> _SUPPLIED DATA_:
"""
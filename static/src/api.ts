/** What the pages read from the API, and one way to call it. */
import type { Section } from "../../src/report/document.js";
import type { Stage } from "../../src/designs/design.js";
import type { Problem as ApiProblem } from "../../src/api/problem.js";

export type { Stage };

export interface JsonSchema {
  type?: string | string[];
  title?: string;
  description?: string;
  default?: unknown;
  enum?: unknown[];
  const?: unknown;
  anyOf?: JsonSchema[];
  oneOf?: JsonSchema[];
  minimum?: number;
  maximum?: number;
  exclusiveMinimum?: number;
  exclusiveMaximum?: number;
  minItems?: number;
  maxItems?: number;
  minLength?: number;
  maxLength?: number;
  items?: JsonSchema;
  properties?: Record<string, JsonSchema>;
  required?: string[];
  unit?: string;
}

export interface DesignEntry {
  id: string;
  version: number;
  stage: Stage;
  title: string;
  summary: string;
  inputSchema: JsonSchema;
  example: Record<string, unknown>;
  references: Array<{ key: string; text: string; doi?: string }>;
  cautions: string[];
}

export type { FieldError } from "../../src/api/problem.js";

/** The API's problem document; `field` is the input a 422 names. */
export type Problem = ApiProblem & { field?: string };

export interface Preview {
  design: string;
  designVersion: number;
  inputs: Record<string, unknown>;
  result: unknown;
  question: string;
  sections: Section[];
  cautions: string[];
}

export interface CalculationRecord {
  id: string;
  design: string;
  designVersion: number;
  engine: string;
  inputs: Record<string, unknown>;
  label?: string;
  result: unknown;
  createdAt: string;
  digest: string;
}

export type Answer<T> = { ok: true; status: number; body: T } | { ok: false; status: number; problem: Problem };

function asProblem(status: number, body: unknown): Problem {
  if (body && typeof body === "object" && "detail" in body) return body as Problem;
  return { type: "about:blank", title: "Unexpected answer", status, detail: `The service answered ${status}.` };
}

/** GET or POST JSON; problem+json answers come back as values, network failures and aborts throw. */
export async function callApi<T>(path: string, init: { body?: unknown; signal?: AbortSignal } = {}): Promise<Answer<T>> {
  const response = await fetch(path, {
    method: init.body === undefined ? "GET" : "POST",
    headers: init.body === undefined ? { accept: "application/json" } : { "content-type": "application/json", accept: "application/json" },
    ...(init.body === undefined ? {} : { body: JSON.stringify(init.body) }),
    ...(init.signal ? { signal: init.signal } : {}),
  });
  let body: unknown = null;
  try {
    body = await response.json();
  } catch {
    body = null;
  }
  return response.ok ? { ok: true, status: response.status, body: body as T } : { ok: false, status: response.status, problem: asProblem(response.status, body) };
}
"""
"""
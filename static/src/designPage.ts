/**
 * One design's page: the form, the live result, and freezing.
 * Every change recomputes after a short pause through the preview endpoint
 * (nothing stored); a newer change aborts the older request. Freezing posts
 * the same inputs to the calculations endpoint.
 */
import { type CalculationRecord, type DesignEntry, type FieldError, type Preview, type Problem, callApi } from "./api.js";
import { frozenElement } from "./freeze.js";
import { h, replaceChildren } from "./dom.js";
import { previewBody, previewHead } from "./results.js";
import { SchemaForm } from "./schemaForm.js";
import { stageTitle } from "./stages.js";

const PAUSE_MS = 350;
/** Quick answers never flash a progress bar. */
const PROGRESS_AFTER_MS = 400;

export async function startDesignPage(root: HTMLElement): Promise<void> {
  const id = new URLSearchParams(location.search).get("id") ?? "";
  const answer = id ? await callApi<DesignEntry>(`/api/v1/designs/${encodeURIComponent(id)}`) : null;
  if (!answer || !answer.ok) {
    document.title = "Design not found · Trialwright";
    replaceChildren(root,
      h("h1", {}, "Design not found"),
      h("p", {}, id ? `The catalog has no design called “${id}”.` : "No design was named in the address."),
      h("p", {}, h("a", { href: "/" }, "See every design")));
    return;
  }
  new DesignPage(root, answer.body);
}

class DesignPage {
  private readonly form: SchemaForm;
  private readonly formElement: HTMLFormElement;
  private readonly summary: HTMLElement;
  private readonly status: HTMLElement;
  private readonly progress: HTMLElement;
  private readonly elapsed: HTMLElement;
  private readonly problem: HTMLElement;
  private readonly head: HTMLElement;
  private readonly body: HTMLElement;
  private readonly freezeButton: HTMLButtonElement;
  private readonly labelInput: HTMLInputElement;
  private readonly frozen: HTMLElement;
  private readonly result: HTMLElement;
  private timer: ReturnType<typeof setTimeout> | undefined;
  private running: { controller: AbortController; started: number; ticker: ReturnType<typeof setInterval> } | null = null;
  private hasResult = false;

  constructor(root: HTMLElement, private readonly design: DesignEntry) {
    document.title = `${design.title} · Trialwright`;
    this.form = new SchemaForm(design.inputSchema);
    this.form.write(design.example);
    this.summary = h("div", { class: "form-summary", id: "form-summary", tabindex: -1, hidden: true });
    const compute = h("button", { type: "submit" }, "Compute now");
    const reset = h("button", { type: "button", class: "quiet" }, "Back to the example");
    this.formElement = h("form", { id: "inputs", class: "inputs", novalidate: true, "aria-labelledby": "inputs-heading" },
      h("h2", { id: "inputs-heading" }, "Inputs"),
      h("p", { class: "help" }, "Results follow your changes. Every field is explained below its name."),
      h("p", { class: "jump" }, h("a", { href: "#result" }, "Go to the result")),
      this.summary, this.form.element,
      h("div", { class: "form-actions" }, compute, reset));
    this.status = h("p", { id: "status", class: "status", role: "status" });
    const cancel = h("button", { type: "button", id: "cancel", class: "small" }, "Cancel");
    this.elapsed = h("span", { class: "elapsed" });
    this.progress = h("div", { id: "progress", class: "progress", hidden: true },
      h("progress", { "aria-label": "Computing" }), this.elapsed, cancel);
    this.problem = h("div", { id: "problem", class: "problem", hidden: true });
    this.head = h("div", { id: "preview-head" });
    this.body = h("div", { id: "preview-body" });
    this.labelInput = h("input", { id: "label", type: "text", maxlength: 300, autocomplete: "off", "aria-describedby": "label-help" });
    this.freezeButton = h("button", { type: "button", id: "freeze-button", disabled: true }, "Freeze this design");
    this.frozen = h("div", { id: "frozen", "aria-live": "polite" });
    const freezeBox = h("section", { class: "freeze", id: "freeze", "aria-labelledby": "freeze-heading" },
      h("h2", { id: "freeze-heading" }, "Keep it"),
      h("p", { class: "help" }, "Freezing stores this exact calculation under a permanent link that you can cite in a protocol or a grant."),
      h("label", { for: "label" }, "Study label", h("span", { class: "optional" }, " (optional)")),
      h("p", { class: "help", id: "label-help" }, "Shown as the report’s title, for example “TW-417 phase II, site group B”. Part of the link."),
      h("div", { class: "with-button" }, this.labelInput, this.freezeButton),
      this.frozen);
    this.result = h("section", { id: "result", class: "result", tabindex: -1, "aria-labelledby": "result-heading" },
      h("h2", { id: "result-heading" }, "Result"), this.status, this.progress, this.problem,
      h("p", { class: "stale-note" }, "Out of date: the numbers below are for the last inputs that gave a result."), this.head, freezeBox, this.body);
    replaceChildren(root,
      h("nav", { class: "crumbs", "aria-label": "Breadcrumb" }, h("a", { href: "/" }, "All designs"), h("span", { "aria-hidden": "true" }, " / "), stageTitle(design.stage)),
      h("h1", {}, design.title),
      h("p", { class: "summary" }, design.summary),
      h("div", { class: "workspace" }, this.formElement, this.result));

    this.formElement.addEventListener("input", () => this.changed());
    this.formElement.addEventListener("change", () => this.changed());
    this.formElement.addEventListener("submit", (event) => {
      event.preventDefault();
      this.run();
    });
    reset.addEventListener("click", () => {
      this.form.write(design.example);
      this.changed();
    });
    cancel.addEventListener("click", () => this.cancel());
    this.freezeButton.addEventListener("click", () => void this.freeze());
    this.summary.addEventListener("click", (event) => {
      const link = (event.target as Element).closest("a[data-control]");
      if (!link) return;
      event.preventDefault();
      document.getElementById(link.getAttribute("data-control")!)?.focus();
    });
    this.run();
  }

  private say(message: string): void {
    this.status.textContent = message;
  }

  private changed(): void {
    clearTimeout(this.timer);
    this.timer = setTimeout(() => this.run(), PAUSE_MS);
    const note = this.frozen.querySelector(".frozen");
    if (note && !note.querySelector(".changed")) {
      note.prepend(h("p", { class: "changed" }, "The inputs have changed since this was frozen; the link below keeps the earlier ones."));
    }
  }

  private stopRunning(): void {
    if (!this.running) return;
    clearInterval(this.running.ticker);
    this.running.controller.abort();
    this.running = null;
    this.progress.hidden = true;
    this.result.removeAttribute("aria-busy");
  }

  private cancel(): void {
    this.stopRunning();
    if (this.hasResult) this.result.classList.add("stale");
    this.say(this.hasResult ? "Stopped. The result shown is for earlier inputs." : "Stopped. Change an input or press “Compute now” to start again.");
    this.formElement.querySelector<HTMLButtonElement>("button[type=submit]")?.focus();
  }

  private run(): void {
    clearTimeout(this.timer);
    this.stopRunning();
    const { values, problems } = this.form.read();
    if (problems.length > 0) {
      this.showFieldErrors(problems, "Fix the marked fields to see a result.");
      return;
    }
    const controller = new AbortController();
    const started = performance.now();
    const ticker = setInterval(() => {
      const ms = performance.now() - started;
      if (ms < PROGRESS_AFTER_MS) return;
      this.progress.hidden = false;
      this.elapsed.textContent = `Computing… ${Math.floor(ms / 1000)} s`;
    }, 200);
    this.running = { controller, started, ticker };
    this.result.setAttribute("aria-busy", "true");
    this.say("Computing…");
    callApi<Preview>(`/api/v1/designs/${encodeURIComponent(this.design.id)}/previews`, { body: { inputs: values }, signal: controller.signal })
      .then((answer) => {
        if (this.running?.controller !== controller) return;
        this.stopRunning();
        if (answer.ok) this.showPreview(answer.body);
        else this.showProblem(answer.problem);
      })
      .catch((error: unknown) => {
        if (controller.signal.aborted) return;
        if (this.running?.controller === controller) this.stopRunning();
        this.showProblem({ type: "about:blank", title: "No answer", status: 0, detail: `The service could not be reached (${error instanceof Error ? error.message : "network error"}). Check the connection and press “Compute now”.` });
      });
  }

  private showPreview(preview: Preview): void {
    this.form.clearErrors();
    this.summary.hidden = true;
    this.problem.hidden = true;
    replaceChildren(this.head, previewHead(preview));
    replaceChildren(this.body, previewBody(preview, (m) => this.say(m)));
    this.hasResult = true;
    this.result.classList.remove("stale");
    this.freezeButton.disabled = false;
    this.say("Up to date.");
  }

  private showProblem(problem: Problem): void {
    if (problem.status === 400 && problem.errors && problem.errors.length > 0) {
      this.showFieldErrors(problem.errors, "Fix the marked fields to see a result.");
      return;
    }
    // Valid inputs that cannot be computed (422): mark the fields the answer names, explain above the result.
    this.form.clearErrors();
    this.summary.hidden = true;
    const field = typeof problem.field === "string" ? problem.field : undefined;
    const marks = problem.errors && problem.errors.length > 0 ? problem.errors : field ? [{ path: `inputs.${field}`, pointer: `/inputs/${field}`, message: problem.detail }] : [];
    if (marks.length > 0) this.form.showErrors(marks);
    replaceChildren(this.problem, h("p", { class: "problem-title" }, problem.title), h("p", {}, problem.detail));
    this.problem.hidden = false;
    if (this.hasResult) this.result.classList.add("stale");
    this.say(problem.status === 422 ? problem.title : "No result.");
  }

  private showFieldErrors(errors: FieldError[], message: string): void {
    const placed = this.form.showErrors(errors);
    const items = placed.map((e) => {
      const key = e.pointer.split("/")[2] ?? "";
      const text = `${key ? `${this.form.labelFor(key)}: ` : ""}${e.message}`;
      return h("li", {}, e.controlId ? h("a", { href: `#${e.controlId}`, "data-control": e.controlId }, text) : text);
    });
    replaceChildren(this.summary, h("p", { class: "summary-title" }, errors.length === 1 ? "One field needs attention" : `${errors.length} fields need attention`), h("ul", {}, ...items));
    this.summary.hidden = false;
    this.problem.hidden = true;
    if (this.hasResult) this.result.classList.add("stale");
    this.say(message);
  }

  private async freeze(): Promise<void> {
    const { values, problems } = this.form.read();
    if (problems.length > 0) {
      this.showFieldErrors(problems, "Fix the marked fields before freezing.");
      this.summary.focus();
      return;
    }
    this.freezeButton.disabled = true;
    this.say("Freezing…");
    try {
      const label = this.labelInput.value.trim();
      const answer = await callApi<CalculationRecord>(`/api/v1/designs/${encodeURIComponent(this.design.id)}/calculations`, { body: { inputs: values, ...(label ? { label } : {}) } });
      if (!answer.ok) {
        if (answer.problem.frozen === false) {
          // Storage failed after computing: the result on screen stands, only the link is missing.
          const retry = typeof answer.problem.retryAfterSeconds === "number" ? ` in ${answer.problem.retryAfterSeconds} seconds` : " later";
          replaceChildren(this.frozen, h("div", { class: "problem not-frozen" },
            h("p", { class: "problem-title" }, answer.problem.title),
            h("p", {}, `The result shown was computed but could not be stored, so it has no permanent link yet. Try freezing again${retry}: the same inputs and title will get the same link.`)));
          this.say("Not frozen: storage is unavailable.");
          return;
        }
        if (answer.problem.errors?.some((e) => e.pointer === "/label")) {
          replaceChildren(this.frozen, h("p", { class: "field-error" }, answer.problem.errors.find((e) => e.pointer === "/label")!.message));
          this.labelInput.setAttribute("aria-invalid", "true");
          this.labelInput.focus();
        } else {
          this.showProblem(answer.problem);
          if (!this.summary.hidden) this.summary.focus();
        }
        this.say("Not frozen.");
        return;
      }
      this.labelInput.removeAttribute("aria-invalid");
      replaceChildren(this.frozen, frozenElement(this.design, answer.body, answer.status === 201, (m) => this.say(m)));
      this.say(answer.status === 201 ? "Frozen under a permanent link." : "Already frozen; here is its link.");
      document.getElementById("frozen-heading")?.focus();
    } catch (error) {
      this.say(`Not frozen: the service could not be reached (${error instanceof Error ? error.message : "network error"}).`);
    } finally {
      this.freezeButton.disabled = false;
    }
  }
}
"""
> _ACTIVITY_: All lines above that contain the word "null" are to be copied.

> _EXERCISE SOLUTION_:
  let body: unknown = null;
    body = null;
  const answer = id ? await callApi<DesignEntry>(`/api/v1/designs/${encodeURIComponent(id)}`) : null;
  private running: { controller: AbortController; started: number; ticker: ReturnType<typeof setInterval> } | null = null;
    this.running = null;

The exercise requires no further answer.